Le insidie della Rete per molti adolescenti sono quotidianità, anche se troppo spesso la consapevolezza è veramente bassa. «C’è una ragazza che conosco nel mio paese – racconta uno dei partecipanti al progetto “Occhio a” – che è rimasta vittima di alcune dinamiche legate al mondo digitale. Stava con un ragazzo, erano entrambi minorenni, lei aveva sedici anni, e lui le ha chiesto di poterla filmare mentre si trovava in situazioni intime con lui». Tutto bene finché la relazione tra i due è finita. A quel punto le scene pensate per essere viste solo dal fidanzato hanno iniziato a girare, prima in chat di amici, poi in gruppi con più persone: «Il paese è piccolo: tutti sono venuti a conoscenza di che cosa aveva fatto, molti hanno visto quei video e lei è rimasta traumatizzata».

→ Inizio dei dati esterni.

/**
 * Step 5, groups: friends-of-friends in redshift space over every survey galaxy with a position and
 * a redshift (src/flow/fof.ts; a distance is not needed), group_id and group_size added to the table,
 * and the groups table (src/flow/groups.ts) written as 05-groups-table.arrow. The group distances
 * use only members with a valid distance that is not an outlier. Also writes final.arrow, the table
 * the view shows.
 */
import { float64Column, hasColumn, withColumns, type ColumnData } from "../../catalogue/columns.js";
import { recordStep } from "../../catalogue/meta.js";
import { tableFromColumns } from "../../catalogue/columns.js";
import { friendsOfFriends, type FofOptions } from "../../flow/fof.js";
import { groupTable, type GroupTable } from "../../flow/groups.js";
import { PeculiarError } from "../../errors.js";
import { DEG } from "../../sky/angles.js";
import type { RunContext, StepOutcome } from "../runner.js";
import { saveTable, withTable, type ClusterOutcome, type PipelineState } from "../state.js";
import { flowRowsOfTable } from "../../flow/table.js";
import { trustedDistances } from "../../flow/bulkflow.js";

function groupsTableArrow(g: GroupTable) {
  const f = (name: string, values: Float64Array, unit: string, description: string): ColumnData => {
    const nulls = Uint8Array.from(values, (x) => (Number.isFinite(x) ? 0 : 1));
    return { name, kind: "float64", values, nulls, meta: { unit, description } };
  };
  return tableFromColumns([
    { name: "group_id", kind: "int32", values: g.id, meta: { description: "group id (as group_id in the galaxy table)" } },
    { name: "n_members", kind: "int32", values: g.nMembers, meta: { description: "members" } },
    f("ra", g.raDeg, "deg", "centroid right ascension"),
    f("dec", g.decDeg, "deg", "centroid declination"),
    f("cz_mean", g.czMeanKmS, "km/s", "mean cz of the members"),
    f("cz_mean_err", g.czMeanErrKmS, "km/s", "error of cz_mean (sigma / sqrt(n))"),
    f("sigma_v", g.sigmaKmS, "km/s", "gapper velocity dispersion (Beers, Flynn & Gebhardt 1990), observed"),
    f("sigma_v_rest", g.sigmaRestKmS, "km/s", "velocity dispersion in the group's rest frame"),
    f("r_proj_mpc", g.rProjMpc, "Mpc", "rms projected radius"),
    { name: "n_dist", kind: "int32", values: g.nDist, meta: { description: "members with a distance" } },
    f("dist_c_mpc", g.distCMpc, "Mpc", "error-weighted comoving distance (mean of ln D)"),
    f("dist_c_err_mpc", g.distCErrMpc, "Mpc", "error of dist_c_mpc"),
    f("v_pec", g.vPecKmS, "km/s", "peculiar velocity of the group"),
    f("v_pec_err", g.vPecErrKmS, "km/s", "error of v_pec"),
  ]);
}

/** The richest group: its numbers and, with a truth file, its offsets from the injected cluster. */
function richestGroup(g: GroupTable, raDeg: Float64Array, decDeg: Float64Array, s: PipelineState): ClusterOutcome | undefined {
  if (g.nGroups === 0) return undefined;
  let k = 0;
  for (let q = 1; q < g.nGroups; q++) if (g.nMembers[q]! > g.nMembers[k]!) k = q;
  const m = g.nMembers[k]!;
  const ra0 = g.raDeg[k]!;
  const dec0 = g.decDeg[k]!;
  // Per-axis scatter of the members about the centroid (tangent plane), for the centroid's error.
  let sxx = 0;
  let syy = 0;
  for (let q = g.memberStart[k]!; q < g.memberStart[k + 1]!; q++) {
    const i = g.members[q]!;
    const dx = (((raDeg[i]! - ra0 + 540) % 360) - 180) * Math.cos(dec0 * DEG);
    const dy = decDeg[i]! - dec0;
    sxx += dx * dx;
    syy += dy * dy;
  }
  const perAxisRms = Math.sqrt((sxx + syy) / (2 * Math.max(1, m - 1)));
  const out: ClusterOutcome = {
    groupId: g.id[k]!,
    members: m,
    raDeg: ra0,
    decDeg: dec0,
    dRaCosDecDeg: NaN,
    dDecDeg: NaN,
    posErrDeg: perAxisRms / Math.sqrt(m),
    czKmS: g.czMeanKmS[k]!,
    czErrKmS: g.czMeanErrKmS[k]!,
    sigmaKmS: g.sigmaRestKmS[k]!,
    sigmaErrKmS: g.sigmaRestKmS[k]! / Math.sqrt(2 * Math.max(1, m - 1)),
    distCMpc: g.distCMpc[k]!,
    distCErrMpc: g.distCErrMpc[k]!,
  };
  const t = s.truth?.cluster;
  if (t) {
    out.dRaCosDecDeg = (((ra0 - t.raDeg + 540) % 360) - 180) * Math.cos(t.decDeg * DEG);
    out.dDecDeg = dec0 - t.decDeg;
  }
  return out;
}

export async function groupsStep(ctx: RunContext<PipelineState>): Promise<StepOutcome> {
  const { state: s, plan } = ctx;
  const src = s.flagged ?? s.velocities;
  if (!src) throw new PeculiarError("step", "no velocities table");
  const frame = s.frame ?? plan.steps.velocities.frame;
  const czName = `cz_${frame}`;
  if (!hasColumn(src.table, czName)) throw new PeculiarError("column", `no ${czName} column to link galaxies in velocity`);
  const cz = float64Column(src.table, czName);
  const gs = plan.steps.groups;
  const h0 = plan.steps.velocities.h0;
  const o: FofOptions = { h0, scaling: gs.scaling, minMembers: gs.minMembers };
  if (gs.linkMpc !== undefined) o.d0Mpc = gs.linkMpc;
  if (gs.linkKmS !== undefined) o.v0KmS = gs.linkKmS;
  const fof = friendsOfFriends(src.raDeg, src.decDeg, cz, o);
  // Group distances from members with a trusted distance only.
  const rows = flowRowsOfTable(src.table, src.raDeg, src.decDeg, {}, src.file, true).rows;
  const dist = trustedDistances(rows);
  const g = groupTable({ groupId: fof.groupId, nGroups: fof.nGroups, raDeg: src.raDeg, decDeg: src.decDeg, czKmS: cz, distCMpc: dist, distFracErr: rows.distFracErr }, { h0, omegaM: plan.steps.velocities.omegaM });
  s.groups = g;
  const n = src.table.numRows;
  const meta = recordStep(new Map(src.table.schema.metadata), "groups", { ...fof.settings, velocityColumn: czName });
  const table = withColumns(
    src.table,
    [
      { name: "group_id", kind: "int32", values: fof.groupId, meta: { description: `friends-of-friends group (>= ${gs.minMembers} members), -1 none (as 'peculiar groups' writes it)`, ucd: "meta.id" } },
      { name: "group_size", kind: "int32", values: fof.groupSize, meta: { description: "members of the galaxy's friends-of-friends component (1 = isolated)" } },
    ],
    meta,
  );
  s.grouped = withTable(src, table);
  const outputs = [await saveTable(ctx.outDir, "05-groups.arrow", table), await saveTable(ctx.outDir, "05-groups-table.arrow", groupsTableArrow(g))];
  s.finalName = await saveTable(ctx.outDir, "final.arrow", table);
  s.finalTable = table;
  outputs.push(s.finalName);
  s.cluster = richestGroup(g, src.raDeg, src.decDeg, s);
  let inGroups = 0;
  for (let i = 0; i < n; i++) if (fof.groupId[i]! > 0) inGroups++;
  const c = s.cluster;
  return {
    outputs,
    numbers: {
      groups: fof.nGroups,
      galaxiesInGroups: inGroups,
      settings: fof.settings,
      richest: c ? { groupId: c.groupId, members: c.members, raDeg: c.raDeg, decDeg: c.decDeg, czKmS: c.czKmS, czErrKmS: c.czErrKmS, sigmaRestKmS: c.sigmaKmS, distCMpc: c.distCMpc, distCErrMpc: c.distCErrMpc } : null,
    },
  };
}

Quella raccontata è solo una delle tante storie che i ragazzi dell’Annunciata hanno raccolto per realizzare la serie che uscirà a giugno su Youtube: non tutte sono finite nei video, ma certo sono rimaste impresse nella loro mente. Ciò che sorprende, ascoltandoli ripercorrere questi episodi così vicini alla loro quotidianità, è la consapevolezza che hanno sviluppato grazie al progetto: «Prima non mi rendevo conto di quanto potesse essere pericoloso fare sexting – si confessa lo stesso ragazzo – l’ho anche fatto, ma lavorando a “Occhio a” mi sono accorto non solo dei rischi che ho corso ma ho anche riflettuto su come alcuni miei amici usano le immagini che ricevono dalle ragazze. Molti, temo, sono a rischio di praticare un giorno revenge porn».

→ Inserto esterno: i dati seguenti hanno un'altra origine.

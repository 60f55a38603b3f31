/**
 * The columns the flow steps read from the velocities table (DEVELOPERS.md column contract):
 * l, b, dist_c_mpc, dist_c_err_mpc, cz_cmb; and the row masks the steps agree on.
 */
import type { Table } from "apache-arrow";
import { float64Column, hasColumn } from "../../catalogue/columns.js";
import { validMask } from "../../catalogue/validity.js";
import { PeculiarError } from "../../errors.js";
import type { FlowRows } from "../../flow/bulkflow.js";

function need(t: Table, name: string, why: string): Float64Array {
  if (!hasColumn(t, name)) throw new PeculiarError("column", `the velocities table has no column ${name} (${why})`);
  return float64Column(t, name);
}

/** Flow rows of the valid rows that are not outliers (when an outlier column exists). */
export function flowRowsOf(t: Table, useOutliers = true): FlowRows {
  const n = t.numRows;
  const d = need(t, "dist_c_mpc", "comoving distance");
  const e = need(t, "dist_c_err_mpc", "comoving distance error");
  const frac = new Float64Array(n);
  for (let i = 0; i < n; i++) frac[i] = e[i]! / d[i]!;
  const use = validMask(t);
  if (useOutliers && hasColumn(t, "outlier")) {
    const o = float64Column(t, "outlier");
    for (let i = 0; i < n; i++) if (o[i] === 1) use[i] = 0;
  }
  return {
    lDeg: need(t, "l", "Galactic longitude"),
    bDeg: need(t, "b", "Galactic latitude"),
    distCMpc: d,
    distFracErr: frac,
    czCmbKmS: need(t, "cz_cmb", "the flow is fitted in the CMB frame: set steps.velocities.frame to \"cmb\""),
    use,
  };
}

«Io non ho sviluppato una dipendenza da Internet – continua - ma ho avuto altri tipi di dipendenze e so cosa vuol dire diventarne schiavo di qualcosa: ti distrugge la vita. Nessuna psichiatra mi ha convinto a smettere: l’unico è stato un mio amico che un giorno mi ha detto “o smetti oppure non ti parlo più”. Per non perdere l’amicizia mi sono impegnato con tutte le mie forze. Per questo sono convinto che tra coetanei possiamo darci una mano. Io non auguro a nessuno quello che ho vissuto e spero che “Occhio a” torni utile a tante famiglie, ma soprattutto a tanti ragazzi che non si rendono conto di quanto siano gravi i pasticci in cui finiscono o rischiano di finire».